Slashdot Mirror

← Back to Stories (view on slashdot.org)

Photo Kiosks Infecting Customers' USB Devices

Posted by kdawson on from the thumb-drive-condoms-in-aisle-four dept.

The Risky Biz blog brings news that Big W, a subsidiary of Woolworths, has Windows-based Fuji photo kiosks in at least some of its stores that don't run antivirus software, and are therefore spreading infections, such as Trojan-Poison-36, via customers' USB storage devices. Here is the account of the original reporter. "It's not just the lack of AV that's the problem... it appears there's been zero thought put into the problem of malware spreading via these kiosks. Why not just treat customers' USB devices as read-only? Why allow the kiosks to write to them at all? It would be interesting to find out which company — Fuji, Big W, or even some other third party — is responsible for the maintenance of the machines. It would also be interesting to find out if there are any liability issues here for Big W in light of its boneheaded lack of security planning."

11 of 288 comments (clear)

  1. Every input is bad... by maweki · · Score: 5, Insightful

    Did they not learn this in programming school? Does not every programming tutorial and system administrator handbook start with this?
    The first thing I learned (fortunately not the hard way) was, that, nevermind the specs, input is allways malformed, user input doubly so...

    System Administration 101

  2. Windows autorun viruses are like vuvuzelas. by ivucica · · Score: 5, Insightful

    Windows autorun viruses: Annoying if you use Windows, easy to ignore if you don't.
    Vuvuzelas: Annoying if you watch soccer, easy to ignore if you don't.

  3. Re:Read-only switch for USB sticks? by Tim+C · · Score: 5, Insightful

    I've seen them, but that's not the point - the point is that the kiosk itself should be mounting the stick as read-only regardless of how the stick itself is configured. There should be absolutely no way for the kiosk to write to the stick; otherwise you risk an error (or something malicious, as in this case) wiping out the customer's data or (again, as in this case) potentially infecting their machine.

    --
    It's official. Most of you are morons.
  4. Responsibility by Anonymous Coward · · Score: 5, Interesting

    I would guess Fuji is responsible for these machines. I work for Target, and ALL equipment, kiosks included, in our Kodak labs are serviced by Kodak field techs.

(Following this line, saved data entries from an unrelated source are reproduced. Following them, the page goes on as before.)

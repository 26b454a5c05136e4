// @ts-nocheck
/* eslint-disable */
/**
 * GENERATED from schemas/species.schema.json by scripts/generate-validators.mjs (ajv standalone code). Do not edit by
 * hand: change the schema and run `npm run build && node scripts/generate-validators.mjs`. A test fails
 * when this file drifts.
 */
import { createRequire } from 'node:module';
const require = createRequire(import.meta.url);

    Incidentally, we are allowed to connect guests' media to the kiosks ONLY, never directly to any other lab workstation, because the kiosks are (or at least are supposed to be) far better locked down, including treating all media as read-only.

  5. Re:Read-only switch for USB sticks? by Anonymous Coward · · Score: 5, Informative

    virus.code

    line 1: remount USB write enabled

  6. Just burn a CD by Spy+Handler · · Score: 5, Informative

    Just burn a CD and give it to them. Blank CDs cost like 10 cents each if you buy a spindle, and you don't have to worry about them losing your USB drive or infecting it.

  7. Surely the title of this article should be... by ewrong · · Score: 5, Interesting

    "Customers USB Devices Infecting Photo Kiosks".

  8. Re:Windows Read-only mode. by Rogerborg · · Score: 5, Informative

    Wow, it took me all of 30 seconds to find evidence that you're a lazy raging retard who shouldn't be trusted with a calculator, let alone a general purpose computing device. I know that's a long name for the link, but I really felt it needed to be said.

    --
    If you were blocking sigs, you wouldn't have to read this.
  9. Yeah, so? by Anonymous Coward · · Score: 5, Interesting

    I used to work on similar kiosks a few years back, those also had no AV, but usually that wasn't a problem.
    They ran a hardened win2k, no network services, autorun disabled, afair execution for all drives but C: disabled.
    So how the f* would they get infected in the first place?
    Lazy techs, at least that was the #1 cause for troubles for back then, everything from re-enabling services to installing 3rd party RA software with no/weak passwords...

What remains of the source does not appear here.